(6gq) Charge Transport in Self-Assembled Biomolecular Systems

Charge transport in self-assembled molecular systems is not only essential for energy transfer in biological systems but also the fundamental basis for molecular electronics. In particular, biomolecules exhibit promising capability as building blocks for constructing hierarchical molecular systems. My research focuses on understanding the charge transport mechanisms in biomolecular systems, and leveraging this understanding to develop new integrated circuits via self-assembly of electronic functional biomolecules, inspired by neuron systems in nature. My research will directly address the fundamental scientific issues in these systems by leveraging a unique set of skills in molecular nanomaterials.

Teaching Interests:

My interdisciplinary research background provides me the fundamentals necessary to further extend my teaching abilities to additional classes.

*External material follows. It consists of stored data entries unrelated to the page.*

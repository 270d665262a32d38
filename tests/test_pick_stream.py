"""Full pick output a slice at a time: ``--format json``, ``--format jsonl`` and ``--messages``."""

from __future__ import annotations

import io
import json
import math
from pathlib import Path

import pytest
from typer.testing import CliRunner

from partpick.catalog.importer import import_catalog
from partpick.cli import app
from partpick.design.spec import load_spec
from partpick.render import pick_stream
from partpick.render.exports import tidy_number
from partpick.screening.pick import pick, rank_role
from partpick.screening.profiles import load_profile

DATA = Path(__file__).parent / "data" / "screening"
SPEC = str(DATA / "spec.toml")
runner = CliRunner()


@pytest.fixture(scope="module")
def db(tmp_path_factory) -> str:
    """A file database with the invented inductors and capacitors (module scope)."""
    path = str(tmp_path_factory.mktemp("pickstream") / "parts.db")
    import_catalog(path, [DATA / "inductors.csv"], "inductor")
    import_catalog(path, [DATA / "capacitors.csv"], "capacitor")
    return path


def run(*args: str):
    return runner.invoke(app, ["pick", SPEC, *args])


def _refuse(constant: str):
    raise AssertionError(f"{constant} in the JSON output")


def _number(value):
    """The figure as the JSON writers print it: 12 significant digits, NaN as null."""
    return None if value is None or not math.isfinite(value) else tidy_number(value)


@pytest.mark.parametrize("role", ["inductor", "output-cap"])
def test_streamed_entries_match_the_outcomes(db, role, monkeypatch):
    # two parts a slice, so every list crosses slice boundaries
    monkeypatch.setattr(pick_stream, "SLICE", 2)
    spec, profile = load_spec(SPEC), load_profile("standard")
    out = io.BytesIO()
    pick_stream.write_pick_json(rank_role(db, spec, role, profile=profile), out)
    data = json.loads(out.getvalue(), parse_constant=_refuse)  # NaN or Infinity is not JSON
    result = pick(db, spec, role, profile=profile)
    for name in ("passed", "unverified"):
        outcomes = getattr(result, name)
        assert [e["mpn"] for e in data[name]] == [o.mpn for o in outcomes]
        for entry, o in zip(data[name], outcomes, strict=True):
            assert entry["count"] == o.count
            assert entry["notes"] == list(o.notes)
            assert [c["rule"] for c in entry["checks"]] == [c.rule for c in o.checks]
            assert [c["stress"] for c in entry["checks"]] == [_number(c.stress) for c in o.checks]
            assert entry.get("missing", []) == list(o.missing)
    assert [e["mpn"] for e in data["failed"]] == [o.mpn for o in result.failed]
    for entry, o in zip(data["failed"], result.failed, strict=True):
        assert [r["rule"] for r in entry["reasons"]] == [c.rule for c in o.failing]
        assert [r["limit"] for r in entry["reasons"]] == [_number(c.limit) for c in o.failing]
    assert data["counts"] == result.counts and data["total"] == result.total


def test_messages_option_adds_the_sentences(db):
    plain = json.loads(run("--role", "inductor", "--db", db, "--format", "json").output)
    result = run("--role", "inductor", "--db", db, "--format", "json", "--messages")
    assert result.exit_code == 0, result.output
    worded = json.loads(result.output)
    b_plain = next(e for e in plain["failed"] if e["mpn"] == "QM-220-B")
    b_worded = next(e for e in worded["failed"] if e["mpn"] == "QM-220-B")
    assert "message" not in b_plain["reasons"][0]
    # B's sentence: needs 3.5051/0.8 = 4.38 A, part has 4.3 A (hand-worked in test_pick)
    assert "needs Isat ≥ 4.38 A" in b_worded["reasons"][0]["message"]
    assert all(c.get("message") for e in worded["passed"] for c in e["checks"])


def test_jsonl_is_one_part_a_line(db):
    result = run("--role", "inductor", "--db", db, "--format", "jsonl")
    assert result.exit_code == 0, result.output
    lines = [json.loads(line) for line in result.output.splitlines()]
    assert len(lines) == 8  # the eight invented inductors of tests/data/screening
    assert [line["status"] for line in lines] == ["passed"] * 3 + ["unverified"] + ["failed"] * 4
    whole = json.loads(run("--role", "inductor", "--db", db, "--format", "json").output)
    listed = [e["mpn"] for key in ("passed", "unverified", "failed") for e in whole[key]]
    assert [line["mpn"] for line in lines] == listed


def test_jsonl_top_cuts_each_list(db):
    result = run("--role", "inductor", "--db", db, "--format", "jsonl", "--top", "1")
    assert result.exit_code == 0, result.output
    statuses = [json.loads(line)["status"] for line in result.output.splitlines()]
    assert statuses == ["passed", "unverified", "failed"]


def test_empty_lists_stay_valid_json(tmp_path):
    from partpick.catalog.store import open_engine

    empty = str(tmp_path / "empty.db")
    open_engine(empty)  # a catalog with its tables and no parts
    result = run("--role", "diode", "--db", empty, "--format", "json")
    assert result.exit_code == 0, result.output
    data = json.loads(result.output)
    assert data["passed"] == data["unverified"] == data["failed"] == []
    assert data["total"] == 0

As far as topic areas, in an undergraduate curriculum, I could teach any entry-level courses. With my interdisciplinary research background, I can relate the fundamental principles learned in the course work to new field in chemical and biomolecular engineering and materials science and engineering, including Soft Materials, Surface Engineering, Electronic Materials, Advanced Materials, Energy Materials, Mechanics of Materials, Thermodynamics of Materials. I have a strong interest in teaching dedicated courses in nanomaterials and polymer science like: Nanomaterials and Nanotechnology, Nanoelectronics, Inorganic Chemistry, Polymer Physics, Physical Chemistry of Polymers, Introduction to Modeling and Simulation.